Yes it's a vampire charican, there's also a subspecies called a tiger fish. (So many tiger fish!)


----------



## Cichlid Man

Can you guess what these two are?:


----------



## Guest

there are some vampire tetras in my local aquarium's amazon exibit....they're scary looking things...


----------



## fishfreaks

the left one i would say maybe a green terror? as for the right fishy i have no guess


----------



## starrfish71

It's a breeding pair of Mozambique cichlids, although their name may have changed since the country did.... I had a female years ago. 
took me a while to ID her- for a year or so she was just the "big brown piggy fish"


----------



## fishfreaks

how about this one?


----------



## Cichlid Man

starrfish71 said:


> It's a breeding pair of Mozambique cichlids, although their name may have changed since the country did.... I had a female years ago.
> took me a while to ID her- for a year or so she was just the "big brown piggy fish"

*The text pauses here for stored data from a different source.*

/* Random holed plates, as gerbv draws them: no complaint and the exact
 * area within the resolution. */
static void test_gerbv_random(void **state)
{
	for (uint64_t seed = 1; seed <= 12; seed++) {
		struct gp_artwork art;
		gp_artwork_init(&art);
		struct gp_polygon poly;
		random_plate(&poly, seed * 7919);
		double area = gp_polygon_area_mm2(&poly);
		double perimeter = 0;
		for (size_t h = 0; h <= poly.hole_count; h++) {
			const struct gp_ring *ring =
				h == 0 ? &poly.outer : &poly.holes[h - 1];
			for (size_t i = 0; i < ring->count; i++) {
				struct gp_point a = ring->points[i];
				struct gp_point b =
					ring->points[(i + 1) % ring->count];
				perimeter += hypot((double)(b.x - a.x),
						   (double)(b.y - a.y)) / 1e6;
			}
		}
		struct gp_box box = gp_polygon_bounds(&poly);
		assert_non_null(gp_artwork_add_shape(&art, GP_LAYER_BACK_ITO,
						     GP_ROLE_ELECTRODE, 0,
						     &poly));
		char *text = write_layer(&art, GP_LAYER_BACK_ITO, &info);
		struct gerbv_frame frame = { box.x0 / 1e6, box.y0 / 1e6,
					     box.x1 / 1e6, box.y1 / 1e6, 800,
					     8 };
		struct gerbv_result res;
		render(text, "random.gbr", &frame, &res);
		struct gerbv_expect expect = { area, perimeter, frame.x0,
					       frame.y0, frame.x1, frame.y1,
					       true };
		char why[4096];
		if (!gerbv_compare(&res, &expect, why, sizeof(why)))
			fail_msg("seed %llu: %s", (unsigned long long)seed,
				 why);
		gerbv_result_finish(&res);
		free(text);
		gp_artwork_finish(&art);
	}
}

/* The complaint filter lets through gerbv's %TF% note only: object
 * attributes, which the writer leaves out for this reason, are caught. */
static void test_gerbv_complaints(void **state)
{
	static const char with_to[] =
		"%FSLAX46Y46*%\n%MOMM*%\n%TF.Part,Single*%\n%ADD10C,0.1*%\n"
		"%TO.N,SEG1*%\nD10*\nX0Y0D03*\n%TD*%\nM02*\n";
	struct gerbv_frame frame = { -1, -1, 1, 1, 200, 4 };
	struct gerbv_result res;
	render(with_to, "object-attributes.gbr", &frame, &res);
	assert_int_equal(res.known_notes, 1);
	assert_non_null(strstr(res.complaints, "%TO%"));
	char why[4096];
	struct gerbv_expect none = { -1, 0, 0, 0, 0, 0, false };
	assert_false(gerbv_compare(&res, &none, why, sizeof(why)));
	gerbv_result_finish(&res);
}

int main(void)
{
	const struct CMUnitTest tests[] = {
		cmocka_unit_test(test_header),
		cmocka_unit_test(test_reader_rejects),
		cmocka_unit_test(test_creation_date),
		cmocka_unit_test(test_escapes),
		cmocka_unit_test(test_exact_coordinates),
		cmocka_unit_test(test_layers),
		cmocka_unit_test(test_holes),
		cmocka_unit_test(test_hole_cases),
		cmocka_unit_test(test_random_holes),
		cmocka_unit_test(test_pads),
		cmocka_unit_test(test_strokes),
		cmocka_unit_test(test_bad_shapes),
		cmocka_unit_test(test_determinism),
		cmocka_unit_test(test_gerbv_holes),
		cmocka_unit_test(test_gerbv_random),
		cmocka_unit_test(test_gerbv_complaints),
	};
	return cmocka_run_group_tests(tests, NULL, NULL);
}
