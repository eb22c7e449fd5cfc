/* The pipeline: runs the stages on the build (lib/layout/stage.h) in
 * order and renders the outputs. */
#ifndef GP_BUILD_H
#define GP_BUILD_H

#include "artwork.h"
#include "buffer.h"
#include "check.h"
#include "diag.h"
#include "digits.h"
#include "drive.h"
#include "layout.h"
#include "model.h"
#include "output.h"
#include "pinmap.h"
#include "route.h"
#include "stage.h"

struct gp_staged_file;
/* Writes the dependency file for set, to be committed into folder, under
 * a temporary name beside build->depfile (depfile.c). */
bool gp_depfile_stage(const struct gp_build *build,
		      const struct gp_output_set *set, const char *folder,
		      struct gp_staged_file *file, struct gp_diag *diag);

/* Renders every output of the build into set, in memory, touching no
 * file: gp_build_write is this followed by gp_output_commit.  Every
 * writer is called from here, so that the outputs in memory and on disk
 * are the same set.  The fuzz
 * harness and tests use it to run the whole pipeline without a disk. */
bool gp_build_outputs(const struct gp_build *build,
		      struct gp_output_set *set,
		      struct gp_diag *diag);

/* The drive of a design on the commons its layout makes: runs the
 * layout stages (blocks, digits, icons) on a scratch build and resolves
 * the drive against their COM nets, with or without a drive section
 * (gp_drive_resolve_spec; an empty window is an error in diag and
 * report->result.feasible false).  For 'glassplot drive' and tests. */
bool gp_design_drive(const struct gp_design *design,
		     struct gp_drive_report *report, struct gp_diag *diag);

#endif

The one on the left is a Mozambique cichlid, but the one on the right is a blue tilapia.

The next fish is a barracuda.


----------



## starrfish71

hmm...Okay, you posted the pick, so I'll give, but, it sure looks like a pair to me. the males are black with a white face and red lines, just like the one in the pic, where as the females are all brown and relatively plain.
I'm guessing on the last pic posted, that it's a wolf fish? ( are there any hints as too whether it is fresh or salt water?)


----------



## starrfish71

okay, quick google- we're both right. Your "blue tilapia" is the same fish as my Mozambique cichlid. Like I said, the name most likely changed in the last 10 years.
Cool.

http://www.fisheries.nsw.gov.au/threatened_species/threatened_species2/content/fn_tilapia.htm


----------



## euRasian32

How 'bout this one...


----------



## starrfish71

ohh, thats easy. Coelacanth.


----------



## euRasian32

Nice

Another easy one, my favorite semi-aggressive cichlid


----------



## flynngriff

Lamprologus Brichardi, isn't it? There's so many variations it's hard for me to keep track...


----------



## fishfreaks

yeah, i think so too flynngriff


----------



## euRasian32

yup

here's a male neolamprologus brichardi 

most commonly called the lyretail cichlid, i think they're beautiful


----------



## IloveCichlids

Those fish are beautiful, I have 6 set up in a 55, waiting for some comps. I will post pics of the tank when it is ready.]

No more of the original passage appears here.